Top of Data shown

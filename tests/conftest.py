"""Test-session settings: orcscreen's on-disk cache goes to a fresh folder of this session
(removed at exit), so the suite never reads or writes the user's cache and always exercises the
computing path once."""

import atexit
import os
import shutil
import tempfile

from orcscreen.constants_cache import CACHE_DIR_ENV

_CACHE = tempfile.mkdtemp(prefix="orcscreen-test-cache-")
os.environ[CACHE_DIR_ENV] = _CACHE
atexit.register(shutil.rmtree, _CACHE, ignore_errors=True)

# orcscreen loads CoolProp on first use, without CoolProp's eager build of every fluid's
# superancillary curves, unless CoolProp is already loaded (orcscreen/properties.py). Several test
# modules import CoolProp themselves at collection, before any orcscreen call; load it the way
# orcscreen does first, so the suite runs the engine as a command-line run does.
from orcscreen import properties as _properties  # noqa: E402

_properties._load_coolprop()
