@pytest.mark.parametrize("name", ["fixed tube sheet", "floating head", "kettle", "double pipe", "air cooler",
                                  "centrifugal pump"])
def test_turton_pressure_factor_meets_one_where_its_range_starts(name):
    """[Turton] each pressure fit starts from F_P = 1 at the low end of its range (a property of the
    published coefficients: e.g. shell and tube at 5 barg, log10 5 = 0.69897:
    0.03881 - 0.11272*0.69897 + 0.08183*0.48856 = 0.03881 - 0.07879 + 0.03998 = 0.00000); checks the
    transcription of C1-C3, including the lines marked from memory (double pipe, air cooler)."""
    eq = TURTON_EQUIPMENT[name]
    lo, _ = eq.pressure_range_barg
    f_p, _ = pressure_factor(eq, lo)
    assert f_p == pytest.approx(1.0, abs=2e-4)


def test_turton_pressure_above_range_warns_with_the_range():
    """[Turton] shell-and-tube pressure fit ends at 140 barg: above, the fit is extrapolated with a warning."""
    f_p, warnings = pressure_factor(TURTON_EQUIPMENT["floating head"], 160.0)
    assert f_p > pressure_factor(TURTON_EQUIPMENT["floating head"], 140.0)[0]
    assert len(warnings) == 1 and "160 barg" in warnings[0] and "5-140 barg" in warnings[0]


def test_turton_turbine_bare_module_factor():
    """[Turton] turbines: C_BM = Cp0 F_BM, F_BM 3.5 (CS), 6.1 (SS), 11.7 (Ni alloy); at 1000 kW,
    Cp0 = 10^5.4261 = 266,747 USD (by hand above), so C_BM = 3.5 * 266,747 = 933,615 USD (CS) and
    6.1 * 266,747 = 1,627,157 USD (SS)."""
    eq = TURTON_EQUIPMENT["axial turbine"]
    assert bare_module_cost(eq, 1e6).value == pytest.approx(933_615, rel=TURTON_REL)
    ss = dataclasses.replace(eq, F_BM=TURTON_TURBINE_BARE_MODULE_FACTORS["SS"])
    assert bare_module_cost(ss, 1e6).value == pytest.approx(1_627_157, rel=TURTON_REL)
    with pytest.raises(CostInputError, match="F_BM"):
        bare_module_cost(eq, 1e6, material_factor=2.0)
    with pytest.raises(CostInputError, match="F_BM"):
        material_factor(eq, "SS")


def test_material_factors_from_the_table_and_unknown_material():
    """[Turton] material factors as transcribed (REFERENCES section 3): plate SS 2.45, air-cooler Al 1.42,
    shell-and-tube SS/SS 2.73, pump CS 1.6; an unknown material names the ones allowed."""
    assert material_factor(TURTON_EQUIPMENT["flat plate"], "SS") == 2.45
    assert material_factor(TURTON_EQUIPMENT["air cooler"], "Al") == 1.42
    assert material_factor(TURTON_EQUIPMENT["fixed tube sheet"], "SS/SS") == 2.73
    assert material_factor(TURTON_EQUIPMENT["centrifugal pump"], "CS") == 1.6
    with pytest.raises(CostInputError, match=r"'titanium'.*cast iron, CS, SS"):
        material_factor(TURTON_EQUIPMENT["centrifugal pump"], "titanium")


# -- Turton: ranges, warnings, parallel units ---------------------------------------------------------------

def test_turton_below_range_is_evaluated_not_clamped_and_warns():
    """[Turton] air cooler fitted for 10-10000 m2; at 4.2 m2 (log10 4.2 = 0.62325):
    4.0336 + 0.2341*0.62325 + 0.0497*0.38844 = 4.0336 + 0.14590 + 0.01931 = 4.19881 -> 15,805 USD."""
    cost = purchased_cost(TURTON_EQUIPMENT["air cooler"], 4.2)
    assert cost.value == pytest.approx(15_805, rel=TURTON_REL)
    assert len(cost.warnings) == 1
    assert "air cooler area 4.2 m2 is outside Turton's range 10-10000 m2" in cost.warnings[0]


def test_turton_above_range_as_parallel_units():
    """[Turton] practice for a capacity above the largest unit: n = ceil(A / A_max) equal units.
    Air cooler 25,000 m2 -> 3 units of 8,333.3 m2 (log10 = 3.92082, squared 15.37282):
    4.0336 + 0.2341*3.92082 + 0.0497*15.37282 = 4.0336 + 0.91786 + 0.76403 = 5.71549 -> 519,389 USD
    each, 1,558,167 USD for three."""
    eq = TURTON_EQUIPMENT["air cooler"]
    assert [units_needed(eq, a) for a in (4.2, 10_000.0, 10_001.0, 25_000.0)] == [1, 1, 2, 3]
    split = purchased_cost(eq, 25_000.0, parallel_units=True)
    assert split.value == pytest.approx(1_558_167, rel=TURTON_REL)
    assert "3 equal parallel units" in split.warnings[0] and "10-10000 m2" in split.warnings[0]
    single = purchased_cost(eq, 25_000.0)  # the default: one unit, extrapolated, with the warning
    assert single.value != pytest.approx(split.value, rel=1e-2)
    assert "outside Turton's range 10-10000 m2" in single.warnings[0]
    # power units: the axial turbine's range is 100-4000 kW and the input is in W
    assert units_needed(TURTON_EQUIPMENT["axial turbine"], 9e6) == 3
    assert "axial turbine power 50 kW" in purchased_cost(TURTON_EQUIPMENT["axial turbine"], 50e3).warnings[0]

Bottom of Data shown
Top of Data shown

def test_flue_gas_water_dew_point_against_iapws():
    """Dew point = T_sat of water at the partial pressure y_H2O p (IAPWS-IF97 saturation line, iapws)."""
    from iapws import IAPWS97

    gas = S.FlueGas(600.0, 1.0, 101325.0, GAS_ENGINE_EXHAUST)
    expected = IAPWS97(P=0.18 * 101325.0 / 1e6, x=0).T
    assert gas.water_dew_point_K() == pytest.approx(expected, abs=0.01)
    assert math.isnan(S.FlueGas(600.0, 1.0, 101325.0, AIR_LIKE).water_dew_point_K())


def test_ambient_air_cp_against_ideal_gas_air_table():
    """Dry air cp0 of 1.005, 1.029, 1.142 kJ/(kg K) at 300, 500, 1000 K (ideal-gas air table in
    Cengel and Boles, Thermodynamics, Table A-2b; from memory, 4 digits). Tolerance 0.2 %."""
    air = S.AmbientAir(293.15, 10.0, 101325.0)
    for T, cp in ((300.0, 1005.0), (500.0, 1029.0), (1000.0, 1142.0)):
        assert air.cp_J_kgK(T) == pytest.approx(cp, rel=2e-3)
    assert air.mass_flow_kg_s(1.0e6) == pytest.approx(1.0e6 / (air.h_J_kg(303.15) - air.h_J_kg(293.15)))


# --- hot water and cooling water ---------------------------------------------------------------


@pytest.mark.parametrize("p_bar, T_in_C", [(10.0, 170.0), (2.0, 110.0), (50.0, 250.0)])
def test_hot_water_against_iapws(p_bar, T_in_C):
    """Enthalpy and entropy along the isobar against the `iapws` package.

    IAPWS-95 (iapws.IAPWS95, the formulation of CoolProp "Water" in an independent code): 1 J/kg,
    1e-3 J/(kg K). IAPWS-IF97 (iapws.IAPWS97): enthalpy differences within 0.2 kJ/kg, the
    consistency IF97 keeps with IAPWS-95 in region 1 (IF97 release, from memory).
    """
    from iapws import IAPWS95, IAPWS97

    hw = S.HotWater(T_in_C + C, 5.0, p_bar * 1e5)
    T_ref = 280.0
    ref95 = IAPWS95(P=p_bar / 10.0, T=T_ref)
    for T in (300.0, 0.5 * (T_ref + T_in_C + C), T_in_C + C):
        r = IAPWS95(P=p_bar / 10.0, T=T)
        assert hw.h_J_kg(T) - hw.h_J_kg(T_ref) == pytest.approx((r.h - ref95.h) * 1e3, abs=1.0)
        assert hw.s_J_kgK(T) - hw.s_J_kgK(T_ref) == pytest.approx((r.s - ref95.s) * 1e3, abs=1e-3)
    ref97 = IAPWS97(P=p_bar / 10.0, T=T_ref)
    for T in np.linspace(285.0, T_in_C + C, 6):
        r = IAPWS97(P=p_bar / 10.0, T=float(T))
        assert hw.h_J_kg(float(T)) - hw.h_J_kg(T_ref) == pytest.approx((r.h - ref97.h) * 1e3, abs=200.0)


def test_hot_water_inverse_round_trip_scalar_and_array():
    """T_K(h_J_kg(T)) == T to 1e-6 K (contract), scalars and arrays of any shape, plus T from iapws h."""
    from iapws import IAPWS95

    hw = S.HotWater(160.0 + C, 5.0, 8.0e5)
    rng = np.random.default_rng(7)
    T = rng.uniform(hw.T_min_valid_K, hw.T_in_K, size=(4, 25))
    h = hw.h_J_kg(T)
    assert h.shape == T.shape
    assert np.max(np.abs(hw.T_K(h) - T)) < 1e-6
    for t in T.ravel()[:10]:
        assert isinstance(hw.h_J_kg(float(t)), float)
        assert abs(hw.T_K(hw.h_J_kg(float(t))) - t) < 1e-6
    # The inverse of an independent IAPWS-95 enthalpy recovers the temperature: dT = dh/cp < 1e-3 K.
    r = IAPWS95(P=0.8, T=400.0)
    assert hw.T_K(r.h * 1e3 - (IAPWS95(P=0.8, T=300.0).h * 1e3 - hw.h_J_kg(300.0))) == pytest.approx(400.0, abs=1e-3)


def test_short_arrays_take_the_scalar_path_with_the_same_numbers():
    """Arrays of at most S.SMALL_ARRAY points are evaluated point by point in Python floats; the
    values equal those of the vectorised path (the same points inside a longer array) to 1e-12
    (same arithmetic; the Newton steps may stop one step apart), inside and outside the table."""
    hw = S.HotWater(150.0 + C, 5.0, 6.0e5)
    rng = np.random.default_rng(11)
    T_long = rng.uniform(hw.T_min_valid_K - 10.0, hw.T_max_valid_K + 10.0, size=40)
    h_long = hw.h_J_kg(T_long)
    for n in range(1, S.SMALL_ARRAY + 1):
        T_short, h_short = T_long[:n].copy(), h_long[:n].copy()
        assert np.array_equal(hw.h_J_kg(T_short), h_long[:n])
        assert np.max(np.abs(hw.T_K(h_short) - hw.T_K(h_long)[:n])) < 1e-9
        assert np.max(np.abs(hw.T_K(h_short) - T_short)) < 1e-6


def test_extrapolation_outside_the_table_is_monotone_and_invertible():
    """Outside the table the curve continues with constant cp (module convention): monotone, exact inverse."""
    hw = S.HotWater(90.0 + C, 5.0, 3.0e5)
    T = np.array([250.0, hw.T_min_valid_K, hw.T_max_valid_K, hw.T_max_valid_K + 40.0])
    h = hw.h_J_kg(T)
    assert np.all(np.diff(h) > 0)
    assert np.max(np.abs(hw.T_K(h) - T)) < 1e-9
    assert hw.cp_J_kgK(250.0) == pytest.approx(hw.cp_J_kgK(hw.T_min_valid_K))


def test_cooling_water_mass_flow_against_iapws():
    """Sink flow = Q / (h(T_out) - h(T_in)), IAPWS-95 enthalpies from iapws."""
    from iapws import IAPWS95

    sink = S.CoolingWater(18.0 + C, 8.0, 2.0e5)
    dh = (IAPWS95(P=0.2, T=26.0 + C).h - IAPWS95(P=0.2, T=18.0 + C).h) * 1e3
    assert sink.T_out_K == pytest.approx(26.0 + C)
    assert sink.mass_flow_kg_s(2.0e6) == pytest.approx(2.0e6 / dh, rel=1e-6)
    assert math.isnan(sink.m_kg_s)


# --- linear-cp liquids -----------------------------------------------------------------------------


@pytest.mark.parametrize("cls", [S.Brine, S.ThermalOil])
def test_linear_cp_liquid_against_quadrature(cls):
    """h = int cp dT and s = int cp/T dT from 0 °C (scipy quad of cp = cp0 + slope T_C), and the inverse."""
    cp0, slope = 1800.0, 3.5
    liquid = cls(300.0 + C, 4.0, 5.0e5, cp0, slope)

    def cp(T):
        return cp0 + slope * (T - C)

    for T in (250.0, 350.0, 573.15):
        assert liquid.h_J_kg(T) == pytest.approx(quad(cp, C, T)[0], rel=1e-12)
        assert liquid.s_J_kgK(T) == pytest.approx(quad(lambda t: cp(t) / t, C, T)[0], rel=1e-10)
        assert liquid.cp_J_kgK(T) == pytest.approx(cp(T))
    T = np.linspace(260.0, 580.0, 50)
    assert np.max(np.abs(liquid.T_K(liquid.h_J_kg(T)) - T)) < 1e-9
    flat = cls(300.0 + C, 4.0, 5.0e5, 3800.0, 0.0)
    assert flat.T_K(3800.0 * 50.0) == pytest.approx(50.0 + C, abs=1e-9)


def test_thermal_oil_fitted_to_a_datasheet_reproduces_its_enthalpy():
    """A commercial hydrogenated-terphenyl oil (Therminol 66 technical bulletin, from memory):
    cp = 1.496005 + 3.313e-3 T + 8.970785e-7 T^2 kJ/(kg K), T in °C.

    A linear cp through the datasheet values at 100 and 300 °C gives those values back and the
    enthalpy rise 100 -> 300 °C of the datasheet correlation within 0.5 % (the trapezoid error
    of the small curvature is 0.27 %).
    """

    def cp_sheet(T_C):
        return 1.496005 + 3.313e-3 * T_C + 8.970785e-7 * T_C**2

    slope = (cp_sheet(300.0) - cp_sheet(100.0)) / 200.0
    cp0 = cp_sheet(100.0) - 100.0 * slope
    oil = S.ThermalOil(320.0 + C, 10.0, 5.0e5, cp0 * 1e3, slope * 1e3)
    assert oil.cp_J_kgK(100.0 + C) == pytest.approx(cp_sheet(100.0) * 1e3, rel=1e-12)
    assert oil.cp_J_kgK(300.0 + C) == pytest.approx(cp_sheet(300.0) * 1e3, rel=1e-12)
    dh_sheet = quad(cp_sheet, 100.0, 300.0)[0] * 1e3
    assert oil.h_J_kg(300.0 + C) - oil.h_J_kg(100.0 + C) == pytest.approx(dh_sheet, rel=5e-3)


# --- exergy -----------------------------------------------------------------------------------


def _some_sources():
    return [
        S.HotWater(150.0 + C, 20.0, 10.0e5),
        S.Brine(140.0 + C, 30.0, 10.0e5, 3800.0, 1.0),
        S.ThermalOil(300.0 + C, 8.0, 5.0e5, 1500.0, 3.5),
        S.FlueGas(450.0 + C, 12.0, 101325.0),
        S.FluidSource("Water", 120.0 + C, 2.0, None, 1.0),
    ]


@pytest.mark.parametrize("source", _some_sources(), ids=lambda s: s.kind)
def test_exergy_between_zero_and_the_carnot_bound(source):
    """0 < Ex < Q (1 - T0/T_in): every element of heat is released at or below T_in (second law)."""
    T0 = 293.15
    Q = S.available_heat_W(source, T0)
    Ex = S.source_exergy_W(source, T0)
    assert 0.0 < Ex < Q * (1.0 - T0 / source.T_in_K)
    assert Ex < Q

Bottom of Data shown
Top of Data shown

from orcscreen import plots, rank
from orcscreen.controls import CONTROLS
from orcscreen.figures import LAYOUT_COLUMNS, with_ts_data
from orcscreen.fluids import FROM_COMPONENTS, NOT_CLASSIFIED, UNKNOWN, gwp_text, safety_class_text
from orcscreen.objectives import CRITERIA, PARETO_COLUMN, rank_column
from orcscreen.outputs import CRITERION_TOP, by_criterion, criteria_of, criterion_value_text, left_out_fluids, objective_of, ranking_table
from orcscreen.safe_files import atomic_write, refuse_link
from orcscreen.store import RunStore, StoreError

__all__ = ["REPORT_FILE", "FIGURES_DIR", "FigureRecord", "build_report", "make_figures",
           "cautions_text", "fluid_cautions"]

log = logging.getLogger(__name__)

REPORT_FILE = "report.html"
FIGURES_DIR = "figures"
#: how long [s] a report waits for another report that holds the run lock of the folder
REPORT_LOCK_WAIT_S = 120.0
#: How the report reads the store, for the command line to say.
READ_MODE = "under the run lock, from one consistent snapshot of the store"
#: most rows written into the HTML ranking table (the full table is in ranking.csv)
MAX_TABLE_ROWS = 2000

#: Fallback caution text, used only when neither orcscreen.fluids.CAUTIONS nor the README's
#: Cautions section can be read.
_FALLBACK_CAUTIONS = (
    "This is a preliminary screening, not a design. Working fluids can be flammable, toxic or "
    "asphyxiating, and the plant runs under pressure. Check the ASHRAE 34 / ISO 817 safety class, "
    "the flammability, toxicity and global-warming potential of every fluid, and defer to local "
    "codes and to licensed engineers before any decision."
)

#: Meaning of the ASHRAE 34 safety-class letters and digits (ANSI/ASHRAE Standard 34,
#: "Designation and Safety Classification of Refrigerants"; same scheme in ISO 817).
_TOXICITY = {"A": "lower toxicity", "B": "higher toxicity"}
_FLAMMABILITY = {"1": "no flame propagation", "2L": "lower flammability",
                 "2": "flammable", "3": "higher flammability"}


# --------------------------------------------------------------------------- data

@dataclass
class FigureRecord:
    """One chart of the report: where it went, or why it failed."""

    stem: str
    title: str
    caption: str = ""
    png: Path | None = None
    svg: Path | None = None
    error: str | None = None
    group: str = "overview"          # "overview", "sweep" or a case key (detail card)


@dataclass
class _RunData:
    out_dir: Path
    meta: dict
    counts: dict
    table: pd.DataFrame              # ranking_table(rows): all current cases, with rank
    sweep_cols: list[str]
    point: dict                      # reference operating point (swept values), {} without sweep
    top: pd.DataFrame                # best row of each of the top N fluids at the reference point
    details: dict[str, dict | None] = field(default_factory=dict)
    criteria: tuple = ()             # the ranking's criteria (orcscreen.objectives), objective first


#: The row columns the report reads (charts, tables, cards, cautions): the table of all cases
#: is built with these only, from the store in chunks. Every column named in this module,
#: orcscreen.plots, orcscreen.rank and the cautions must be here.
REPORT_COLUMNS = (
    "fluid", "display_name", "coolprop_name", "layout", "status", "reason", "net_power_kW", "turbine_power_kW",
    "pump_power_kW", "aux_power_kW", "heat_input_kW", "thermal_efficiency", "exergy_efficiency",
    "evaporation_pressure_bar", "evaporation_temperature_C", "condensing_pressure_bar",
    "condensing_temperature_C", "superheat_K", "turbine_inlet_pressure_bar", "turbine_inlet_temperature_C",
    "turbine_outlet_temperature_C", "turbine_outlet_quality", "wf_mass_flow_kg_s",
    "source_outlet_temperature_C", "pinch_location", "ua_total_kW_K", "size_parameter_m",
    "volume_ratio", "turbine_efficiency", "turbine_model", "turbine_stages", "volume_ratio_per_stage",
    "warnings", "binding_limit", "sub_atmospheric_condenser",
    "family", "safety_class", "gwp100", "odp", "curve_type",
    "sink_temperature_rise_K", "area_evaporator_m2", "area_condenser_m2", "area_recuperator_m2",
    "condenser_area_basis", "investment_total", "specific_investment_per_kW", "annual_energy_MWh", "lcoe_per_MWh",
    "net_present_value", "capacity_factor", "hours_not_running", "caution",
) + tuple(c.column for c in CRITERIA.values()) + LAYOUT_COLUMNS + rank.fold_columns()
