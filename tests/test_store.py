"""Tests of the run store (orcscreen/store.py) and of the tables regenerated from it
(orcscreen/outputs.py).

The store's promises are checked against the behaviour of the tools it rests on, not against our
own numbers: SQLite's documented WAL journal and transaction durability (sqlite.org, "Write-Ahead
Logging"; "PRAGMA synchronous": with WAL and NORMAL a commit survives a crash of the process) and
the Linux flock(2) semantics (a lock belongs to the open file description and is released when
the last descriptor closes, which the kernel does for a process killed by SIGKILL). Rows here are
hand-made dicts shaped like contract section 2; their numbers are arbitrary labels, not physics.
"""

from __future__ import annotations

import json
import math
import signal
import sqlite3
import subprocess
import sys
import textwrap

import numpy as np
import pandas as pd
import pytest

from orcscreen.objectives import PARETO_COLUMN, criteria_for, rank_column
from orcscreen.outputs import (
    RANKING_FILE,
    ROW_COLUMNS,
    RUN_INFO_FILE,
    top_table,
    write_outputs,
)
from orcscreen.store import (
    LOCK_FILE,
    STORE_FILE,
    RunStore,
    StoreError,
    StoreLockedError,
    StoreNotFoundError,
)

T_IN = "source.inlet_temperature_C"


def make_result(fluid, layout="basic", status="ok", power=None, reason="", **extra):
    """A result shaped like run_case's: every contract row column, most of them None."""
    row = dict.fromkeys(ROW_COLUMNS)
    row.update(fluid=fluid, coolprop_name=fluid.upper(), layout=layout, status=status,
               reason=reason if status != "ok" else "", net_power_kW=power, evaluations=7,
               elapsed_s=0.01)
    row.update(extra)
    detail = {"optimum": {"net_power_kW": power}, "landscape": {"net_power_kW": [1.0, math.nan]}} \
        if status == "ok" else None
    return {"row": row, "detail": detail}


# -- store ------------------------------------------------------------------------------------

Bottom of Data shown

Task instructions: Reproduce exactly the section above that begins at the line containing "MAX_TABLE_ROWS = 2000" and ends at the line containing "and the plant", leaving out all other lines.

Response to this task:
MAX_TABLE_ROWS = 2000

#: Fallback caution text, used only when neither orcscreen.fluids.CAUTIONS nor the README's
#: Cautions section can be read.
_FALLBACK_CAUTIONS = (
    "This is a preliminary screening, not a design. Working fluids can be flammable, toxic or "
    "asphyxiating, and the plant runs under pressure. Check the ASHRAE 34 / ISO 817 safety class, "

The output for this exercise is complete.